• **Exercise material**
------------------------
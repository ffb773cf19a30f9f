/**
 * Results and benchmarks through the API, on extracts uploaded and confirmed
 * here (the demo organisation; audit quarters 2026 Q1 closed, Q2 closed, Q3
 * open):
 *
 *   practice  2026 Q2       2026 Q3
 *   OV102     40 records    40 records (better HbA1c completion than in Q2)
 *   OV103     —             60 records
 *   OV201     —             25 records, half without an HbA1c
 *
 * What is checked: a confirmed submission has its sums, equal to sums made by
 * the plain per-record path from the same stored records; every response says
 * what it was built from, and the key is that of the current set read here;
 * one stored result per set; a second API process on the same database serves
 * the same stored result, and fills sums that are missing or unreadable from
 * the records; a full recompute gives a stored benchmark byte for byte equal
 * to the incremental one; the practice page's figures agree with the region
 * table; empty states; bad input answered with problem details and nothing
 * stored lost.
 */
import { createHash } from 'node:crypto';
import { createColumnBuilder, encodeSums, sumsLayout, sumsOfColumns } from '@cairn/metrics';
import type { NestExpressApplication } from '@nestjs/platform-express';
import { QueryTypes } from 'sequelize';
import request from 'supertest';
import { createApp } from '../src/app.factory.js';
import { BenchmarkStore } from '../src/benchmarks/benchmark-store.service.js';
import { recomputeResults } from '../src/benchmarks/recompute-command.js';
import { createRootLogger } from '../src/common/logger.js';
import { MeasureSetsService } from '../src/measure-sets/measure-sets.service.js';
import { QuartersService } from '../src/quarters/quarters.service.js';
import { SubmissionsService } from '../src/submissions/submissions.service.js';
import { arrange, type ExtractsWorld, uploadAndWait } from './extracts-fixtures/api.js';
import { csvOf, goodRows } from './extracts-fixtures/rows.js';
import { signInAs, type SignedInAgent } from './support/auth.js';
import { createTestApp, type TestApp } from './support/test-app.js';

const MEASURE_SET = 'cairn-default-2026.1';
------------------------
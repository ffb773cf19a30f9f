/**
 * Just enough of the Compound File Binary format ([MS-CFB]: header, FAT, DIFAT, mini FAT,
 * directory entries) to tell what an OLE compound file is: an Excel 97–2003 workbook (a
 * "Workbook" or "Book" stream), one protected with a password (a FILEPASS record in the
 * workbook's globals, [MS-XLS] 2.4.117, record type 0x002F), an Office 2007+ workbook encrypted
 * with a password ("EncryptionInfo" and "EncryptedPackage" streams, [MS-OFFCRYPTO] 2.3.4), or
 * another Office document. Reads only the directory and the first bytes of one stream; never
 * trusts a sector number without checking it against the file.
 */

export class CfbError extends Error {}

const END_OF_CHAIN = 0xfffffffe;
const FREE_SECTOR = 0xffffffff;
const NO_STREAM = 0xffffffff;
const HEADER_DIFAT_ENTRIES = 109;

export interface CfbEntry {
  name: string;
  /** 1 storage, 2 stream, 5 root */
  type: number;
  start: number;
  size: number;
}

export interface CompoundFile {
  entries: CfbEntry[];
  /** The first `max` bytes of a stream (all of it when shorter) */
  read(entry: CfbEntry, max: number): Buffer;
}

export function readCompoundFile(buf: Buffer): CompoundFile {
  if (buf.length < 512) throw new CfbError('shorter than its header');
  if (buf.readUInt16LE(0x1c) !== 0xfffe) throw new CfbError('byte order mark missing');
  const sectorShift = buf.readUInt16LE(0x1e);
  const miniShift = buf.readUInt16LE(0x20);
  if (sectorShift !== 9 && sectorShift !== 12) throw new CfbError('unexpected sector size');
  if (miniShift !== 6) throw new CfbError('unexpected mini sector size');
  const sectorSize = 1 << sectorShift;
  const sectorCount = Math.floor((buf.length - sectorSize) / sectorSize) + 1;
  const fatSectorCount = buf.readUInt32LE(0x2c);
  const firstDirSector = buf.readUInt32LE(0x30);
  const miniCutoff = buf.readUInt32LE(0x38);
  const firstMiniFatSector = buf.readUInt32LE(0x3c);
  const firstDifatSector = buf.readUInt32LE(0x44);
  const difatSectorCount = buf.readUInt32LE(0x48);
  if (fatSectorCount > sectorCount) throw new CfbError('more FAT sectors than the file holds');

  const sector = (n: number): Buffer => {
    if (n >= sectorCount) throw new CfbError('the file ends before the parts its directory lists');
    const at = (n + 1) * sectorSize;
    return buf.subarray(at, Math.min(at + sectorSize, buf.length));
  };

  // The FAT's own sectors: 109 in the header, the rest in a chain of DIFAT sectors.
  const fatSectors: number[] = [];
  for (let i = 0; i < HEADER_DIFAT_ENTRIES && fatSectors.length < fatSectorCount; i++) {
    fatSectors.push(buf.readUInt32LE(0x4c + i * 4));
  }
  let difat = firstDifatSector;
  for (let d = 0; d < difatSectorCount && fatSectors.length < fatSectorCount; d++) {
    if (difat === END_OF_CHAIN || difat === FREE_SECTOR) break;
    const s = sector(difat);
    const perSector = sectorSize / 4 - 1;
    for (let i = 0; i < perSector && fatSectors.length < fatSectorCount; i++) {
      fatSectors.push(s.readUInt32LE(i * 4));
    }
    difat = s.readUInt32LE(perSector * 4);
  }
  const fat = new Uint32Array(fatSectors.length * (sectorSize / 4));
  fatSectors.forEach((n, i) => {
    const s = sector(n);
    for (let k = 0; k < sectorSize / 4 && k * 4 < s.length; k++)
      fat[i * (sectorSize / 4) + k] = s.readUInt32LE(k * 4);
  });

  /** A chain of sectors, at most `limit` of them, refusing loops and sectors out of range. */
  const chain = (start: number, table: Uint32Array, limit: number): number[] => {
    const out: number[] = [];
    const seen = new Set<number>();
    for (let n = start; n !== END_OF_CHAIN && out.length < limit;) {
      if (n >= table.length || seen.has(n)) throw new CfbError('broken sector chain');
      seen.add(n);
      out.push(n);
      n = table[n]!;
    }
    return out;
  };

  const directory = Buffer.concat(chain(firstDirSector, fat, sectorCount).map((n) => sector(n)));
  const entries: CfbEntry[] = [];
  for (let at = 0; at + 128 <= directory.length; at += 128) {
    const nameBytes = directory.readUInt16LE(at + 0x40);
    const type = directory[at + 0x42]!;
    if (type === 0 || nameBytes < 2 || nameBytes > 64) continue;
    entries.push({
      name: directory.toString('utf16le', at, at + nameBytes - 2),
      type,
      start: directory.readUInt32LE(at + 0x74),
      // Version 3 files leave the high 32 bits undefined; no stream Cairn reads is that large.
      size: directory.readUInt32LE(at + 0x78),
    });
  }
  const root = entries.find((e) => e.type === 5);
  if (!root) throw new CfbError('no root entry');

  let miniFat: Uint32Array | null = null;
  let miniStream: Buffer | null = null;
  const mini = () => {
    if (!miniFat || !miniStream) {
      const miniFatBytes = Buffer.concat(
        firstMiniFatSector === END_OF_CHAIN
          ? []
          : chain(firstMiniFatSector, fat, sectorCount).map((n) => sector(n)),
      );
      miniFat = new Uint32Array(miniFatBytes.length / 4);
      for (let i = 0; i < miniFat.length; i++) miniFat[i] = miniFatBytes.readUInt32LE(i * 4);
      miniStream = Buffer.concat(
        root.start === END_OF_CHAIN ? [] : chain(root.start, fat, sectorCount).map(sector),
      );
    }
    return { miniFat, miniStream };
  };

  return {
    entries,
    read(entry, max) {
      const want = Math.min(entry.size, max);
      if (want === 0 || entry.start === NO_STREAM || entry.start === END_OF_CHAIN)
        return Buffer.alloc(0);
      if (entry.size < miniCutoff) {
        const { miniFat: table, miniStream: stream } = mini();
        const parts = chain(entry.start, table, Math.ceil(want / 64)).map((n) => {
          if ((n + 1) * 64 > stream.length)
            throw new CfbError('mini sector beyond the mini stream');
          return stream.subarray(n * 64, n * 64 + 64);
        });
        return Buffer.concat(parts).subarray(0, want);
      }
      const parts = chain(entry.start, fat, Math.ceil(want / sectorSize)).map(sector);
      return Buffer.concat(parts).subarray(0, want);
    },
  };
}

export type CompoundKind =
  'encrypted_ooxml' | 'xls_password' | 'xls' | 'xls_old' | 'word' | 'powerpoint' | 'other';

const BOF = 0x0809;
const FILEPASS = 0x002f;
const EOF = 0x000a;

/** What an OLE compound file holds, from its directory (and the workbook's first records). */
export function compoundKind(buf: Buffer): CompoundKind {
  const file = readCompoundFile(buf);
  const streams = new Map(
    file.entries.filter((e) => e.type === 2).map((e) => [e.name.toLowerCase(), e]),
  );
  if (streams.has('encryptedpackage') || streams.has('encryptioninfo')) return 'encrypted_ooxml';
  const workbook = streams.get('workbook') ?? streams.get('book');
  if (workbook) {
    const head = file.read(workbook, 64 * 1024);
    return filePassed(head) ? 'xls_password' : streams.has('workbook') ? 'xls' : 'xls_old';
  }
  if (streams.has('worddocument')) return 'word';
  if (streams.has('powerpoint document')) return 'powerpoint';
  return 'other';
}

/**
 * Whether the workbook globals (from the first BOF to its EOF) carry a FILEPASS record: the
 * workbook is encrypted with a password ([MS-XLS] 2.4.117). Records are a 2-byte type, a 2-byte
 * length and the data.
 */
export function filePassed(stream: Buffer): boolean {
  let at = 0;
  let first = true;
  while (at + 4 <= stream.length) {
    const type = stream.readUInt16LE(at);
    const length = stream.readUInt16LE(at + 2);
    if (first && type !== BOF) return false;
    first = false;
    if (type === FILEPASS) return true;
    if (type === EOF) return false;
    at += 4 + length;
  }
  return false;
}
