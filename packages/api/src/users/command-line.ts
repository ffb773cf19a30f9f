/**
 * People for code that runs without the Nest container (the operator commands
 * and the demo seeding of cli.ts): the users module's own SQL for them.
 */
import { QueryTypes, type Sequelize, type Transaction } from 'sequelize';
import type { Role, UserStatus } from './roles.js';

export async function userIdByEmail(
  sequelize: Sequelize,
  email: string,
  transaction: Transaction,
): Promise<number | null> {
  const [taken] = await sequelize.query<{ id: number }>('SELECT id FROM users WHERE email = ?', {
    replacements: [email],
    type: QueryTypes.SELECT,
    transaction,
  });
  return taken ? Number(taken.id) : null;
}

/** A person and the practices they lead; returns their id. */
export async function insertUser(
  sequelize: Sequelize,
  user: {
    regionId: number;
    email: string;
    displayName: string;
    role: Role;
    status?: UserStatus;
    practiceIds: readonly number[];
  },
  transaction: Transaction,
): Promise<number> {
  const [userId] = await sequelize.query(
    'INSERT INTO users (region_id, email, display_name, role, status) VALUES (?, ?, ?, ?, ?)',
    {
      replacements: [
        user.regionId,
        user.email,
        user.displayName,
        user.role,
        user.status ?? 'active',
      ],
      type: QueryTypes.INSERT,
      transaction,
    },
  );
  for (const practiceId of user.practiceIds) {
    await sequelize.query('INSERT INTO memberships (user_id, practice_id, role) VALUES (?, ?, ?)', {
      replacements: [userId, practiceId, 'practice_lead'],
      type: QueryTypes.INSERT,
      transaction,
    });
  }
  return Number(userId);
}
------------------------
Which lines in the material contain the word "perSector"? Pull each of them out.

• **Answer section**
    const perSector = sectorSize / 4 - 1;
    for (let i = 0; i < perSector && fatSectors.length < fatSectorCount; i++) {
    difat = s.readUInt32LE(perSector * 4);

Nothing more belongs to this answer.